Seawater samples from June 2011 show the early spread of Fukushima radiation. White indicates no cesium-134 detected; blue represents low radiation; green is moderate; yellow is medium-high; red indicates high radiation levels.

Seawater samples from June 2011 show the early spread of Fukushima radiation. White indicates no cesium-134 detected; blue represents low radiation; green is moderate; yellow is medium-high; red indicates high radiation levels.

Woods Hole Oceanographic Institution

Fukushima radiation nears California coast, judged harmless

After a two-and-a-half year ocean journey, radioactive contamination from the Fukushima nuclear disaster in Japan has drifted to within 160 kilometers of the California coast, according to a new study. But the radiation levels are minuscule and do not pose a threat, researchers say.

Shortly after the meltdowns at the Fukushima Daiichi Nuclear Power Station in March 2011, Tokyo Electric Power Co. estimated that the facility had released a staggering 7000 trillion becquerels—a measure of emitted radiation—into of radiation into nearby seawater. Meanwhile, Japan’s Ministry of the Environment reported readings of 45.5 million becquerels per cubic meter of water, high enough to cause reproductive problems in fish.
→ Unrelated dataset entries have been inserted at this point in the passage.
var methodSpecs = []methodSpec{
	{
		method: MethodGradient, alias: "grad", title: "gradient",
		params: []Param{ParamAbs},
		run: func(ctx context.Context, m Model, x []float64, target int, o Options) (*Result, error) {
			return Gradient(ctx, m, x, target, GradientOptions{Absolute: o.Absolute})
		},
		cost: func(Options, []int, int) Cost { return Cost{GradientEvals: 1, ForwardPasses: 1} },
	},
	{
		method: MethodGradientTimesInput, alias: "grad-input", title: "gradient × input",
		run: func(ctx context.Context, m Model, x []float64, target int, _ Options) (*Result, error) {
			return GradientTimesInput(ctx, m, x, target)
		},
		cost: func(Options, []int, int) Cost { return Cost{GradientEvals: 1, ForwardPasses: 2} },
	},
	{
		method: MethodSmoothGrad, title: "SmoothGrad",
		params:   []Param{ParamSamples, ParamNoise, ParamSeed, ParamVariant},
		defaults: Options{Samples: DefaultSamples, Noise: DefaultNoise, Seed: DefaultSeed},
		run: func(ctx context.Context, m Model, x []float64, target int, o Options) (*Result, error) {
			return SmoothGrad(ctx, m, x, target, SmoothGradOptions{
				Samples: o.Samples, Noise: o.Noise, Seed: o.Seed, Variant: o.Variant, BatchSize: o.BatchSize,
			})
		},
		cost: func(o Options, _ []int, _ int) Cost { return Cost{GradientEvals: o.Samples, ForwardPasses: 1} },
	},
	{
		method: MethodIntegratedGradients, alias: "ig", title: "integrated gradients",
		params:   []Param{ParamBaseline, ParamReference, ParamSteps, ParamRule, ParamTolerance},
		defaults: Options{Tolerance: DefaultTolerance},
		run: func(ctx context.Context, m Model, x []float64, target int, o Options) (*Result, error) {
			return IntegratedGradients(ctx, m, x, target, IGOptions{
				Rule: o.Rule, Points: o.Points, Tolerance: o.Tolerance,
				Baselines: o.baselines(), BatchSize: o.BatchSize,
			})
		},
		cost: func(o Options, _ []int, _ int) Cost {
			b := max(1, len(o.Baselines))
			points := o.Points
			if points == 0 {
				// Refinement reuses earlier points except under
				// Gauss–Legendre, whose passes sum to under twice the cap.
				points = DefaultMaxPoints
				if o.Rule == RuleGaussLegendre {
					points *= 2
				}
			}
			return Cost{GradientEvals: b * points, ForwardPasses: 1 + b}
		},
	},
	{
		// The default draw count is SmoothGrad's copy count, the command
		// line's one -samples default, not ExpectedGradientsOptions'
		// DefaultDraws.
		method: MethodExpectedGradients, alias: "expected-grad", title: "expected gradients",
		params:   []Param{ParamReference, ParamSamples, ParamSeed, ParamTolerance},
		defaults: Options{Samples: DefaultSamples, Seed: DefaultSeed, Tolerance: DefaultExpectedTolerance},
		run: func(ctx context.Context, m Model, x []float64, target int, o Options) (*Result, error) {
			return ExpectedGradients(ctx, m, x, target, ExpectedGradientsOptions{
				Reference: o.Reference, Samples: o.Samples, Seed: o.Seed,
				Tolerance: o.Tolerance, BatchSize: o.BatchSize,
			})
		},
		cost: func(o Options, _ []int, _ int) Cost {
			return Cost{GradientEvals: o.Samples, ForwardPasses: 1 + len(o.Reference)}
		},
	},
	{
		method: MethodShapley, title: "Shapley values", perturbs: true,
		params: []Param{ParamReference, ParamReferenceRows, ParamEstimator, ParamCoalitions, ParamSeed},
		defaults: Options{ReferenceRows: DefaultReferenceRows, Estimator: EstimatorAuto,
			Coalitions: DefaultCoalitions, Seed: DefaultSeed},
		run: func(ctx context.Context, m Model, x []float64, target int, o Options) (*Result, error) {
			return Shapley(ctx, m, x, target, ShapleyOptions{
				Reference: o.Reference, ReferenceRows: o.ReferenceRows, Estimator: o.Estimator,
				Coalitions: o.Coalitions, Seed: o.Seed, Groups: o.Groups, BatchSize: o.BatchSize,
			})
		},
		cost: func(o Options, _ []int, size int) Cost {
			k := o.ReferenceRows
			if len(o.Reference) > 0 {
				k = min(k, len(o.Reference))
			}
			var coalitions int
			if o.Superpixels > 0 && o.Groups == nil {
				// SLIC's count is known only from the image: the most any
				// count can take.
				coalitions = o.Coalitions
				switch o.Estimator {
				case EstimatorExact:
					coalitions = 1<<MaxExactPlayers - 2
				case EstimatorAuto:
					coalitions = max(coalitions, 1<<AutoExactPlayers-2)
				}
			} else {
				d := size
				if o.Groups != nil {
					d = len(o.Groups)
				}
				coalitions, _ = shapleyCoalitions(o.Estimator.choose(d), d, o.Coalitions) // an error spends none
			}
			return Cost{ForwardPasses: 1 + k + coalitions*k}
		},
	},
	{
		method: MethodSurrogate, title: "local surrogate", perturbs: true,
		params:   []Param{ParamBaseline, ParamReference, ParamCoalitions, ParamKernelWidth, ParamSeed},
		defaults: Options{Coalitions: DefaultCoalitions, KernelWidth: DefaultKernelWidth, Ridge: DefaultRidge, Seed: DefaultSeed},
		run: func(ctx context.Context, m Model, x []float64, target int, o Options) (*Result, error) {
			return Surrogate(ctx, m, x, target, SurrogateOptions{
				Baselines: o.baselines(), Coalitions: o.Coalitions, KernelWidth: o.KernelWidth,
				Ridge: o.Ridge, Seed: o.Seed, Groups: o.Groups, BatchSize: o.BatchSize,
			})
		},
		cost: func(o Options, _ []int, _ int) Cost {
			b := max(1, len(o.Baselines))
			return Cost{ForwardPasses: 1 + b + (o.Coalitions-2)*b}
		},
	},
	{
		method: MethodOcclusion, title: "occlusion", perturbs: true,
		params:   []Param{ParamBaseline, ParamReference, ParamWindow, ParamStride},
		defaults: Options{Window: [2]int{DefaultWindow, DefaultWindow}, Stride: DefaultWindow / 2},
		run: func(ctx context.Context, m Model, x []float64, target int, o Options) (*Result, error) {
			return Occlusion(ctx, m, x, target, OcclusionOptions{
				Baselines: o.baselines(), Window: o.Window, Stride: o.Stride, Groups: o.Groups, BatchSize: o.BatchSize,
			})
		},
		cost: func(o Options, shape []int, size int) Cost {
			b := max(1, len(o.Baselines))
			regions := size
			switch {
			case o.Groups != nil:
				regions = len(o.Groups)
			case o.Superpixels > 0 && len(shape) >= 2:
				regions = shape[len(shape)-2] * shape[len(shape)-1] // at most a segment per pixel
			case len(shape) >= 2:
				h, w := shape[len(shape)-2], shape[len(shape)-1]
				oh, ow, stride := OcclusionOptions{Window: o.Window, Stride: o.Stride}.window()
				regions = 0
				if oh <= h && ow <= w && stride > 0 {
					regions = ((h-oh)/stride + 1) * ((w-ow)/stride + 1)
				}
			}
			return Cost{ForwardPasses: 1 + b + regions*b}
		},
	},
}
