func TestServeQueueFull(t *testing.T) {
	s, ts, _ := testServer(t, func(o *Options) { o.Workers, o.Queue = 1, 1 })
	ctx, cancel := context.WithCancel(context.Background())
	defer cancel()
	var wg sync.WaitGroup
	send := func() {
		defer wg.Done()
		req, _ := http.NewRequestWithContext(ctx, http.MethodPost, ts.URL+"/v1/explain", strings.NewReader(slowExplain(t)))
		if resp, err := http.DefaultClient.Do(req); err == nil {
			resp.Body.Close()
		}
	}
	wg.Add(1)
	go send()
	waitFor(t, "the worker to take the first request", func() bool { return gauge(t, s, "apportion_requests_in_flight") == 1 })
	wg.Add(1)
	go send()
	waitFor(t, "the second request to wait in the queue", func() bool { return gauge(t, s, "apportion_queue_depth") == 1 })

	code, hdr, body := post(t, ts.URL+"/v1/explain", slowExplain(t))
	// 503 with Retry-After in delay-seconds (RFC 9110 §15.6.4, §10.2.3).
	assert.Equal(t, http.StatusServiceUnavailable, code)
	assert.Equal(t, strconv.Itoa(retryAfter), hdr.Get("Retry-After"))
	assert.Contains(t, errorOf(t, body), "the server is busy: 1 requests are waiting for 1 workers")
	cancel()
	wg.Wait()
	waitFor(t, "the worker to drop the canceled requests", func() bool {
		return gauge(t, s, "apportion_requests_in_flight") == 0 && gauge(t, s, "apportion_queue_depth") == 0
	})
}

func TestServeDeadlineStopsWork(t *testing.T) {
	for _, coalesce := range []bool{false, true} {
		t.Run("coalesce="+strconv.FormatBool(coalesce), func(t *testing.T) {
			s, ts, _ := testServer(t, func(o *Options) { o.Timeout, o.Coalesce = 50*time.Millisecond, coalesce })
			start := time.Now()
			code, _, body := post(t, ts.URL+"/v1/explain", slowExplain(t))
			elapsed := time.Since(start)
			// 504 (RFC 9110 §15.6.5) soon after the limit, not after the work.
			assert.Equal(t, http.StatusGatewayTimeout, code)
			assert.Contains(t, errorOf(t, body), "did not finish within the server's time limit of 50ms")
			assert.Less(t, elapsed, 2*time.Second)

			// The passes stop: at most the pass under way when the limit
			// struck may finish after the answer.
			time.Sleep(20 * time.Millisecond)
			p1 := passes(t, s)
			time.Sleep(300 * time.Millisecond)
			p2 := passes(t, s)
			assert.Equal(t, p1, p2, "passes kept growing after the 504")
			// The whole request needs 4 samples × (65536/64 gradient batches
			// + 3 forward passes).
			assert.Less(t, p2, int64(4*(65536/64+3)))
			assert.Greater(t, p2, int64(0))
			waitFor(t, "the worker to stop", func() bool { return gauge(t, s, "apportion_requests_in_flight") == 0 })
		})
	}
}

// parseMetrics reads /metrics with the Prometheus text parser.
func parseMetrics(t *testing.T, url string) map[string]*dto.MetricFamily {
	t.Helper()
	code, body := get(t, url+"/metrics")
	require.Equal(t, http.StatusOK, code)
	p := expfmt.NewTextParser(model.UTF8Validation)
	mfs, err := p.TextToMetricFamilies(strings.NewReader(body))
	require.NoError(t, err, "the Prometheus text format (exposition format 0.0.4)")
	return mfs
}

func labelled(mf *dto.MetricFamily, labels map[string]string) *dto.Metric {
	if mf == nil {
		return nil
	}
next:
	for _, m := range mf.GetMetric() {
		have := map[string]string{}
		for _, l := range m.GetLabel() {
			have[l.GetName()] = l.GetValue()
		}
		for k, v := range labels {
			if have[k] != v {
				continue next
			}
		}
		return m
	}
	return nil
}

func TestServeMetricsAndLogs(t *testing.T) {
	_, ts, logs := testServer(t, nil)
	sample := strings.TrimSpace(demoSampleJSON(t))
	// Two points of the trapezoid rule (the end points) on the demo sample
	// do not meet a 1e-6 tolerance: a completeness failure.
	for i := 0; i < 3; i++ {
		code, _, body := post(t, ts.URL+"/v1/explain", `{"inputs":[`+sample+`],"steps":2,"tolerance":1e-6}`)
		require.Equal(t, http.StatusOK, code, body)
		var doc explainDoc
		require.NoError(t, json.Unmarshal([]byte(body), &doc))
		require.False(t, doc.Explanations[0].Completeness.OK, "relative gap %v", doc.Explanations[0].Completeness.RelativeGap)
	}
	code, _, _ := post(t, ts.URL+"/v1/explain", `{"inputs":[`+sample+`],"method":"grad"}`)
	require.Equal(t, http.StatusOK, code)
	code, _, _ = post(t, ts.URL+"/v1/explain", `{"inputs":[1]}`)
	require.Equal(t, http.StatusBadRequest, code)

	mfs := parseMetrics(t, ts.URL)
	req := mfs["apportion_http_requests_total"]
	require.NotNil(t, req)
	assert.Equal(t, 4.0, labelled(req, map[string]string{"route": "/v1/explain", "code": "200"}).GetCounter().GetValue())
	assert.Equal(t, 1.0, labelled(req, map[string]string{"route": "/v1/explain", "code": "400"}).GetCounter().GetValue())
	lat := labelled(mfs["apportion_explain_duration_seconds"], map[string]string{"method": "integrated-gradients"})
	require.NotNil(t, lat)
	assert.EqualValues(t, 3, lat.GetHistogram().GetSampleCount())
	lat = labelled(mfs["apportion_explain_duration_seconds"], map[string]string{"method": "gradient"})
	require.NotNil(t, lat)
	assert.EqualValues(t, 1, lat.GetHistogram().GetSampleCount())
	inc := labelled(mfs["apportion_completeness_failures_total"], map[string]string{"method": "integrated-gradients"})
	require.NotNil(t, inc)
	assert.Equal(t, 3.0, inc.GetCounter().GetValue())
	require.NotNil(t, mfs["apportion_queue_depth"])
	assert.Equal(t, 0.0, mfs["apportion_queue_depth"].GetMetric()[0].GetGauge().GetValue())
	// Each IG request: f(x), f(x′) and the baseline outputs of the
	// document are forward passes of one sample; one gradient batch of 2.
	grad := labelled(mfs["apportion_model_points_total"], map[string]string{"kind": "gradient"})
	assert.Equal(t, 3*2.0+1, grad.GetCounter().GetValue())

	// One JSON line per request (log/slog's JSON handler).
	var lines []map[string]any
	for _, l := range strings.Split(strings.TrimSpace(logs.String()), "\n") {
		var m map[string]any
		require.NoError(t, json.Unmarshal([]byte(l), &m), l)
		if m["msg"] == "request" {
			lines = append(lines, m)
		}
	}
	require.Len(t, lines, 6) // five requests and the /metrics read
	first := lines[0]
	assert.Equal(t, "/v1/explain", first["route"])
	assert.Equal(t, "200", first["status"])
	assert.Equal(t, "integrated-gradients", first["method"])
	assert.EqualValues(t, 2, first["points"])
	assert.Equal(t, "failed", first["completeness"])
	assert.Contains(t, first, "duration_ms")
	assert.Equal(t, "400", lines[4]["status"])
	assert.Contains(t, lines[4]["error"], "expected samples of shape [8]")
}

func TestServeShutdownDrains(t *testing.T) {
	m, ref := demoModel(t)
	s, err := New(m, Options{Queue: DefaultQueue, Reference: ref})
	require.NoError(t, err)
	defer s.Close()
	ln, err := net.Listen("tcp", "127.0.0.1:0")
	require.NoError(t, err)
	url := "http://" + ln.Addr().String()
	ctx, stop := context.WithCancel(context.Background())
	served := make(chan error, 1)
	go func() { served <- Serve(ctx, ln, s, 30*time.Second, nil) }()

	sample := strings.TrimSpace(demoSampleJSON(t))
	answered := make(chan int, 1)
	go func() {
		resp, err := http.Post(url+"/v1/explain", "application/json", strings.NewReader(`{"inputs":[`+sample+`],"steps":65536}`))
		if err != nil {
			answered <- -1
			return
		}
		resp.Body.Close()
		answered <- resp.StatusCode
	}()
	waitFor(t, "the request to be computed", func() bool { return gauge(t, s, "apportion_requests_in_flight") == 1 })
	stop() // as SIGTERM does
	select {
	case err := <-served:
		t.Fatalf("Serve returned %v with a request in flight", err)
	case <-time.After(20 * time.Millisecond):
	}
	assert.Equal(t, http.StatusOK, <-answered, "the request in flight is finished, not cut")
	require.NoError(t, <-served)
	_, err = http.Get(url + "/healthz")
	assert.Error(t, err, "no new connections after shutdown")
}

func TestServeCoalescedMatchesAlone(t *testing.T) {
	// Samples do not interact in a batch (nn.Head.Gradient), so a request
	// stacked with others gets the document it gets alone. The reference
	// is the uncoalesced server; the documents of 16 concurrent requests
	// on 16 different samples must match it value for value.
	_, alone, _ := testServer(t, nil)
	_, stacked, _ := testServer(t, func(o *Options) { o.Coalesce = true })
	var x []float64
	require.NoError(t, json.Unmarshal([]byte(demoSampleJSON(t)), &x))
	bodies := make([]string, 16)
	for i := range bodies {
		xi := append([]float64(nil), x...)
		xi[i%8] *= 1 + 0.05*float64(i)
		bodies[i] = fmt.Sprintf(`{"inputs":[%s],"steps":16,"target":%d}`, floatsJSON(xi), i%3)
	}
	want := make([]string, len(bodies))
	for i, b := range bodies {
		code, _, body := post(t, alone.URL+"/v1/explain", b)
		require.Equal(t, http.StatusOK, code, body)
		want[i] = body
	}
	got := make([]string, len(bodies))
	var wg sync.WaitGroup
	for i, b := range bodies {
		wg.Add(1)
		go func() {
			defer wg.Done()
			resp, err := http.Post(stacked.URL+"/v1/explain", "application/json", strings.NewReader(b))
			if err != nil {
				return
			}
			defer resp.Body.Close()
			raw, _ := io.ReadAll(resp.Body)
			got[i] = string(raw)
		}()
	}
	wg.Wait()
	for i := range bodies {
		assert.JSONEq(t, want[i], got[i], "request %d", i)
	}
}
The National Oceanic and Atmospheric Administration showed that the power plant’s radiation dissipated quickly as it spread from the coast, however. It arrived at this conclusion by measuring cesium-134, a kind of radiation “fingerprint” unique to Fukushima because of its relatively short 2-year half-life. By June 2011, cesium-134 was found 600 kilometers offshore from Japan producing 325 becquerels per cubic meter. Building models based on early readings, the World Health Organization and public health departments in California, Oregon, Washington, and Alaska all forecast that Fukushima radiation would not pose a human health risk in North America.

But antinuclear groups like Beyond Nuclear, a Maryland nonprofit that advocates against nuclear power, questioned those predictions, citing concerns about continuing releases of radioactive isotopes from Fukushima since the 2011 meltdowns. In addition, nonprofits like the Tillamook Estuaries Partnership, which monitors and works to improve watersheds in Oregon, wanted more concrete data to present to their communities.

So marine chemist Ken Buesseler of the Woods Hole Oceanographic Institution in Massachusetts convinced an eclectic group of organizations to collect water samples up and down the west coast of North America. Following the Chernobyl nuclear disaster in 1986, Buesseler had tracked radioactive contaminants in the Black Sea, the closest major water body to the accident site. To pay for similar research in the much larger Pacific Ocean, he turned to crowdfunding—the increasingly popular method of using the Internet to bring multiple people together to fund costly endeavors. Government bodies such as the Umpqua Soil and Water Conservation District, universities, and conservation groups joined in, offering both to collect water from more than 50 sites in the Pacific Ocean near U.S. shores and to pay to ship and test those samples in Buesseler’s lab.

The findings are reassuring, Buesseler says. He measured a high of just 8 becquerels of radiation per cubic meter in the samples. Of that, he says, less than 2 becquerels came from cesium-134 traced to Fukushima. The remainder is largely from strontium-90 and cesium-137: Some of that is fallout from mid-20th century atomic bomb tests in the Pacific, and some may have come from Fukushima—these isotopes lack the half-life fingerprint that ties cesium-134 to the Japanese disaster. The total level of radiation is hardly worth worrying about, Buesseler says: U.S. Environmental Protection Agency guidelines for drinking water allow up to 7400 becquerels per cubic meter. Buesseler is presenting his latest findings Thursday at the Society of Environmental Toxicology and Chemistry North America’s annual meeting.

“There are people here in California who are worried they could get fried by going to a beach, and this research confirms that those fears are wrong and inappropriate,” says Daniel Hirsch, a nuclear policy researcher at the University of California, Santa Cruz, who was not involved in the study. But he also cautions that Fukushima may bring other risks to North America beyond ocean radiation levels, particularly related to seafood. Oregon State University researchers found that radiation levels in tuna caught off the Oregon coast tripled after the Fukushima meltdown—though levels remain too low to risk human health, they said. Hirsch predicts seafood radiation levels could climb as fish higher on the food chain eat and absorb radiation from smaller animals.

Although his results may not have public health implications, Buesseler says he hopes his work leads to a better informed populace. “People were making irrational decisions about spending time at the coast, or attributing starfish deaths to Fukushima,” he says. “Dental x-rays and airplanes have greater exposures than what we are measuring.”